Volviendo al tema de la lectura bíblica en esta situación temporal, es curioso ver cómo en oportunidades las opiniones que se tengan de un mismo texto son las mas diversas o incluso contradictorias, y en este sentido es cierto eso de que “cada cabeza es un mundo”, y entre tantas y diversas opiniones se hace necesario que uno de entre los presentes tenga la voz de la conciliación y el encuentro, la voz del entendimiento, a cuyo efecto todos se acogen con sincera humildad, porque reconocen sus limitaciones y ponderan la opinión de aquel que por gracia de Dios no comparte idéntica eventualidad. Aquí percibo mucho las conclusiones de la Instrucción Donum Veritatis, donde se afirma que el teólogo canónicamente regularizado puede ser pontífice (puente) entre la fe de los creyentes y la tradición eclesial, para fijar, para determinar y en este sentido unir a la comunidad y no abandonarlos en las dispersiones de las opiniones personales.

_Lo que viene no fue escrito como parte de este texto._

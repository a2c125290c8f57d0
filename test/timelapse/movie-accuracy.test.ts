// Accuracy on a synthetic movie (demo data): a gradient forming by synthesis at the anterior pole, diffusion and
// degradation, painted onto one embryo per frame with camera noise, analysed frame by frame as the batch does.
import { describe, expect, it } from 'vitest';
import { fitExponentialDecay } from '../../core/fit';
import type { EmbryoResult } from '../../core/model';
import { analyseMovie } from '../../core/pipeline';
import { DEFAULT_SETTINGS } from '../../core/settings';
import { planSyntheticMovie, syntheticMovieInfo, syntheticMoviePlaneSource } from '../../core/synth';
import {
  accumulationRows, coarsenProfiles, fitAccumulationModel, fitLambdaSeries, localAccumulationTime, MODEL_FIT_COLUMNS,
  modelFitRow, sddAccumulationTimeS, shapeFormedAtS, summarizeMovie,
} from '../../core/timelapse';

// Demo scenario: λ = 100 µm on a 500 µm egg, degradation time 1/k = 20 min, a frame every 3 min for 3 h,
// production from the second frame on. Small frames (2 µm/px, 2 slices) keep the test fast.
const K_PER_S = 1 / 1200;
const movie = planSyntheticMovie({
  embryo: { widthPx: 320, heightPx: 224, pixelSizeUm: 2, sizeZ: 2, zStepUm: 4, lambdaUm: 100, eggLengthUm: 500, eggWidthUm: 190 },
  degradationPerS: K_PER_S, frameIntervalS: 180, frames: 61, framesBeforeOnset: 1,
}, 4242);

async function analyseDemoMovie(): Promise<EmbryoResult[]> {
  const info = syntheticMovieInfo(movie);
  // The axis is found once, on the mean over a sample of time points (the embryo does not move).
  const m = await analyseMovie(info, syntheticMoviePlaneSource(movie), DEFAULT_SETTINGS, {
    fileLabel: 'movie', timeIndices: Array.from({ length: info.sizeT }, (_, t) => t),
  });
  expect(m.movieAxis).not.toBeNull();
  return [...m.results];
}

describe('a synthetic movie analysed frame by frame', async () => {
  const results = await analyseDemoMovie();
  const eggLengthUm = results[results.length - 1].eggLengthUm!;

  it('recovers λ(t) within 5% once the gradient has formed', () => {
    const series = fitLambdaSeries(results.map((r, i) => ({ tS: movie.timesS[i], profile: r.gradientProfile!, eggLengthUm: r.eggLengthUm! })), [0.1, 0.6]);
    // Truth: λ fitted to the painted concentration itself (no noise, no optics) over the same range.
    const xEl = movie.xUm.map((x) => x / movie.embryo.eggLengthUm);
    const truth = movie.shapes.map((c, i) => {
      try {
        return { tS: movie.timesS[i], fit: fitExponentialDecay(movie.xUm, c, { eggLengthUm: movie.embryo.eggLengthUm, fitRangeEl: [0.1, 0.6], xEl }), error: null };
      } catch (e) { return { tS: movie.timesS[i], fit: null, error: String(e) }; }
    });
    const formedS = shapeFormedAtS(truth, 0.02);
    expect(formedS).toBeLessThan(movie.timesS[movie.timesS.length - 1] / 2);
    let checked = 0;
    series.forEach((s, i) => {
      if (movie.timesS[i] < formedS) return;
      expect(s.fit, `frame ${i}`).not.toBeNull();
      expect(Math.abs(s.fit!.lambdaEl / truth[i].fit!.lambdaEl - 1), `frame ${i}`).toBeLessThan(0.05);
      checked++;
    });
    expect(checked).toBeGreaterThan(30);
  });

  it('recovers τ(x) within 15% of the model at 0.1–0.4 EL, and the model fit finds k and λ_τ', () => {
    const profiles = results.map((r) => r.gradientProfile!);
    const coarse = coarsenProfiles(profiles[0].xEl, profiles.map((p) => p.mean), 0.025);
    const xEl = coarse.xEl;
    const acc = localAccumulationTime(movie.timesS, coarse.frames, { baselineFrames: 1 });
    const lambdaUm = movie.embryo.lambdaUm;
    let checked = 0;
    for (let i = 0; i < xEl.length; i++) {
      if (xEl[i] < 0.1 || xEl[i] > 0.4) continue;
      // Source: τ(x) = (1 + x/λ)/(2k) (Berezhkovskii, Sample & Shvartsman 2010 — from memory; matched to our own
      // numerical solution in core/timelapse/accumulation.test.ts).
      const model = sddAccumulationTimeS(xEl[i] * movie.embryo.eggLengthUm, lambdaUm, K_PER_S);
      expect(Math.abs(acc.tauS[i] / model - 1), `x/EL ${xEl[i].toFixed(3)}`).toBeLessThan(0.15);
      expect(acc.stillRising[i], `x/EL ${xEl[i].toFixed(3)}`).toBe(0);
      checked++;
    }
    expect(checked).toBeGreaterThan(10);
    const xUm = xEl.map((v) => v * eggLengthUm);
    const last = results[results.length - 1].gradientFit!;
    const fit = fitAccumulationModel(xUm, xEl, acc.tauS, acc.tauSeS, { eggLengthUm, steady: { lambdaUm: last.lambdaUm, lambdaSeUm: last.lambdaSeUm } });
    expect(Math.abs(fit.kPerS.value / K_PER_S - 1)).toBeLessThan(0.15);
    expect(Math.abs(fit.lambdaTauUm.value / lambdaUm - 1)).toBeLessThan(0.2);
    expect(fit.agreement).toBe('agree');
    // D = kλ² of the scenario: 100²/1200 µm²/s.
    expect(Math.abs(fit.dUm2PerS.value / (100 ** 2 * K_PER_S) - 1)).toBeLessThan(0.2);
  });

  it('summarises the movie: the same τ(x), a model fit that agrees, table rows', () => {
    const times = movie.timesS;
    const summary = summarizeMovie('movie.ome.tif', results.map((_, t) => t), times, results, { fitRangeEl: [0.1, 0.6] });
    expect(summary.note).toBeNull();
    expect(summary.warnings).toEqual([]);
    expect(summary.model!.agreement).toBe('agree');
    expect(Math.abs(summary.model!.kPerS.value / K_PER_S - 1)).toBeLessThan(0.15);
    expect(Math.abs(summary.steadyFit!.lambdaUm / 100 - 1)).toBeLessThan(0.05);
    const rows = accumulationRows(summary);
    expect(rows.length).toBe(summary.accumulation!.xEl.length);
    expect(modelFitRow(summary)).toHaveLength(MODEL_FIT_COLUMNS.length);
    // Without a pixel size: λ in EL and k still come out; µm positions and D stay empty.
    const noPx = results.map((r) => ({ ...r, eggLengthUm: null, gradientProfile: { ...r.gradientProfile!, xUm: r.gradientProfile!.xUm.map(() => NaN) } }));
    const bare = summarizeMovie('movie.ome.tif', noPx.map((_, t) => t), times, noPx, { fitRangeEl: [0.1, 0.6] });
    expect(Math.abs(bare.steadyFit!.lambdaEl / 0.2 - 1)).toBeLessThan(0.05);
    expect(Math.abs(bare.model!.kPerS.value / K_PER_S - 1)).toBeLessThan(0.15);
    expect(Number.isNaN(bare.accumulation!.xUm[0])).toBe(true);
    expect(modelFitRow(bare)[MODEL_FIT_COLUMNS.indexOf('d_um2_per_s')]).toBeNull();
    // A movie cut at one degradation time after the onset is still rising: the summary says so.
    const cut = 8;
    const early = summarizeMovie('movie.ome.tif', results.slice(0, cut).map((_, t) => t), times.slice(0, cut), results.slice(0, cut), { fitRangeEl: [0.1, 0.6] });
    expect(early.warnings.join(' ')).toMatch(/still rises at the end of the movie/);
  });
});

Es hermoso ver cómo en estas pequeñas comunidades de base, los que asisten a la Lectio Divina, buscan cada vez con más énfasis formar una familia de hermanos entre los que frecuentan el acto de piedad católico. En ellos se experimenta, con notable perspectiva evangélica, la corrección fraterna y caritativa, el compartir generoso, y por su puesto aquello de sufrir con paciencia las deficiencias del prójimo, no sin antes agotar la alternativa de dar buen consejo al que lo necesita o corregir al que yerra, siendo conscientes de que la palabra de Dios está en sus bocas y en sus corazones, y que solo les queda cumplirla.

Pero, no idealicemos tanto esta comunidad cristiana, pues también existen sus pequeñas y grandes dificultades, ya que no falta aquel que busca escudarse en la Biblia o en las cosas de Dios para obtener beneficios o privilegios de la caridad cristiana obrada también por la pastoral. O, también es bueno mencionar que los mismos internos manifiestan cómo en oportunidades sus compañeros les critican fuertemente por su asistencia a la capilla, convirtiéndose a veces en una cruenta persecución y humillación pública, pues hay quienes embebidos en su maldad no dan crédito al cambio de vida que puede obrar Dios en las almas que le acepten y cumplan su mandamiento del amor. Alguno, desanimado por los comentarios que se hacen de él, me ha manifestado la tentación de dejar de participar en el culto dominical, pero afortunadamente Dios ha podido más en esta lucha espiritual.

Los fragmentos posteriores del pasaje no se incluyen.